Dann war es Zeit für das Abendessen. Sicher würde Georg direkt vom Büro aus in den Speisesaal kommen, also schnappte sich Anne Georgs Hausschuhe, um sie mitzunehmen. Tim gab den einen brav frei, den anderen fand Anne hinter dem Papierkorb. »So, Tim, du weißt ja, dass du nicht mitdarfst. Bleib du schön hier im Zimmer. Bis gleich.«
Seufzend ließ sich der Hund auf dem Teppich nieder und ergab sich, wie bei jeder Mahlzeit, in sein Schicksal.
Anne hatte sich längst ihr Essen an der Ausgabe geholt und saß am Tisch, als Georg in den Speisesaal kam und auf Socken durch den Gang zur Essensausgabe schlitterte.
Anne hob die Hausschuhe hoch, die sie unter den Tisch gestellt hatte, und wedelte damit herum. Georg hob den Daumen.

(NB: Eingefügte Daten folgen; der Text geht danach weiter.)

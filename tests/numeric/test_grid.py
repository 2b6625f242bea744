import numpy as np
import pytest
from steadfield.algorithms.numeric.errors import InputError
from steadfield.algorithms.numeric.grid import Grid, covering


def test_covering_holds_the_extent_and_sits_on_multiples():
    grid = covering((3.2, -7.9, 18.1, 4.4), 2.5, margin=1.0)
    left, bottom, right, top = grid.bounds
    assert left <= 2.2 and bottom <= -8.9 and right >= 19.1 and top >= 5.4
    assert np.allclose(np.array(grid.bounds) % 2.5, 0)


def test_a_point_lies_in_the_pixel_whose_centre_is_nearest():
    grid = Grid(10, 50, 2, 7, 5)
    rng = np.random.default_rng(3)
    x, y = rng.uniform(10, 20, 500), rng.uniform(36, 50, 500)
    rows, columns, inside = grid.pixels(x, y)
    assert inside.all()
    assert np.abs(grid.x_centres()[columns] - x).max() <= 1
    assert np.abs(grid.y_centres()[rows] - y).max() <= 1


def test_points_outside_are_told():
    _, _, inside = Grid(0, 10, 1, 10, 10).pixels([-0.1, 5, 10.0], [5, 5, 5])
    assert inside.tolist() == [False, True, False]


@pytest.mark.parametrize("cell", [0, -1, float("nan")])
def test_a_cell_size_that_is_not_above_zero_is_refused(cell):
    with pytest.raises(InputError, match="Cell size"):
        covering((0, 0, 1, 1), cell)
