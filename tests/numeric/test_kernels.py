"""Kernels: mass, spread, roughness and the error that their approximations may have."""

import math

import numpy as np
import pytest
from scipy.integrate import quad
from steadfield.algorithms.numeric.errors import InputError
from steadfield.algorithms.numeric.kernels import GAUSSIAN, KERNELS, QUARTIC, kernel_named
from steadfield.algorithms.numeric.ladder import (
    BAND_RATIO,
    RUNG_RATIOS,
    bands,
    lagrange_weights,
    rungs_between,
)

ALL = pytest.mark.parametrize("kernel", list(KERNELS.values()), ids=lambda kernel: kernel.name)


def radial_integral(function, reach):
    return quad(lambda r: 2 * math.pi * r * function(r), 0, reach, limit=200)[0]


@ALL
def test_mass_is_one(kernel):
    mass = radial_integral(lambda r: float(kernel.value(np.float64(r * r), 1.7)), 30.0)
    assert mass == pytest.approx(1.0, abs=1e-8)


@ALL
def test_bandwidth_is_the_standard_deviation_along_an_axis(kernel):
    # by symmetry the variance along one axis is half the mean squared distance
    second = radial_integral(lambda r: r * r * float(kernel.value(np.float64(r * r), 1.0)), 30.0)
    assert second / 2 == pytest.approx(1.0, abs=1e-7)


@ALL
def test_roughness_is_the_integral_of_the_square(kernel):
    square = radial_integral(lambda r: float(kernel.value(np.float64(r * r), 1.0)) ** 2, 30.0)
    assert kernel.roughness == pytest.approx(square, rel=1e-8)


@ALL
def test_nothing_is_left_beyond_the_reach(kernel):
    beyond = kernel.value(np.array([kernel.reach**2 * 1.0001]), 1.0)
    assert beyond[0] <= 4e-6 * kernel.peak


def test_quartic_ends_at_its_radius():
    assert QUARTIC.value(np.array([7.999, 8.0, 9.0]), 1.0)[1:] == pytest.approx([0.0, 0.0])
    assert QUARTIC.value(np.array([7.9]), 1.0)[0] > 0


def test_unknown_kernel_is_refused_by_name():
    with pytest.raises(InputError, match=r"KERNEL.*'uniform'"):
        kernel_named("uniform")


def blend_error(narrowest, widest):
    """Largest error of a blend of rungs over bandwidths and distances, over the kernel's peak."""
    rungs = rungs_between(narrowest, widest)
    worst = 0.0
    for bandwidth in np.geomspace(narrowest, widest, 41):
        distance = np.linspace(0, 6 * widest, 500)
        shares = lagrange_weights(np.log([bandwidth]), np.log(rungs))[0]
        blend = sum(share * GAUSSIAN.value(distance**2, rung) for share, rung in zip(shares, rungs))
        exact = GAUSSIAN.value(distance**2, bandwidth)
        worst = max(worst, float(np.abs(blend - exact).max() / exact[0]))
    return worst


@pytest.mark.parametrize(("count", "ratio"), list(enumerate(RUNG_RATIOS, start=1)))
def test_rungs_blend_to_any_bandwidth_of_their_band(count, ratio):
    assert len(rungs_between(1.0, ratio)) == count
    assert blend_error(1.0, ratio) < 5.5e-5


def test_shares_of_rungs_add_up_to_one_and_agree_with_interpolation_formula():
    rng = np.random.default_rng(4)
    bandwidths = np.exp(rng.uniform(0, np.log(BAND_RATIO), 200))
    band = bands(bandwidths)[0]
    shares = band.shares(bandwidths[band.records])
    assert shares.sum(axis=1) == pytest.approx(1.0, abs=1e-12)
    formula = lagrange_weights(np.log(bandwidths[band.records]), np.log(band.rungs))
    assert shares == pytest.approx(formula, abs=1e-11)


def test_bands_hold_every_record_once_and_no_wider_than_stated():
    rng = np.random.default_rng(5)
    bandwidths = 10 ** rng.uniform(-3, 4, 500)
    groups = bands(bandwidths)
    assert np.array_equal(np.sort(np.concatenate([g.records for g in groups])), np.arange(500))
    assert all(group.widest / group.narrowest <= BAND_RATIO * (1 + 1e-9) for group in groups)
    assert all(group.narrowest <= rung <= group.widest for group in groups for rung in group.rungs)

»Mensch, kriegst du keine kalten Füße?«, zischte Anne über den Tisch, als Georg sich endlich gesetzt hatte. »Ich sag dir: Wenn das die olle Clark gesehen hätte, hättest du wieder mal einen Rüffel bekommen.«
Georg grinste von einem Ohr zum anderen und schaufelte sich dann eine Gabel voll Möhrensalat in den Mund. »Wär mir auch egal gewesen. Ich habe nämlich total gute Laune.«
»So, so«, sagte Anne und wischte sich den Mund mit der Serviette ab. »Und warum, wenn ich fragen darf? Hat das mit dem Telefonat zu tun?«
»Ja, du darfst fragen«, antwortete Georg mit vollem Mund. »Und ja, es hat mit dem Telefonat zu tun.« Dann aß sie erst einmal genüsslich weiter und schlürfte dazu Früchtetee aus dem Becher.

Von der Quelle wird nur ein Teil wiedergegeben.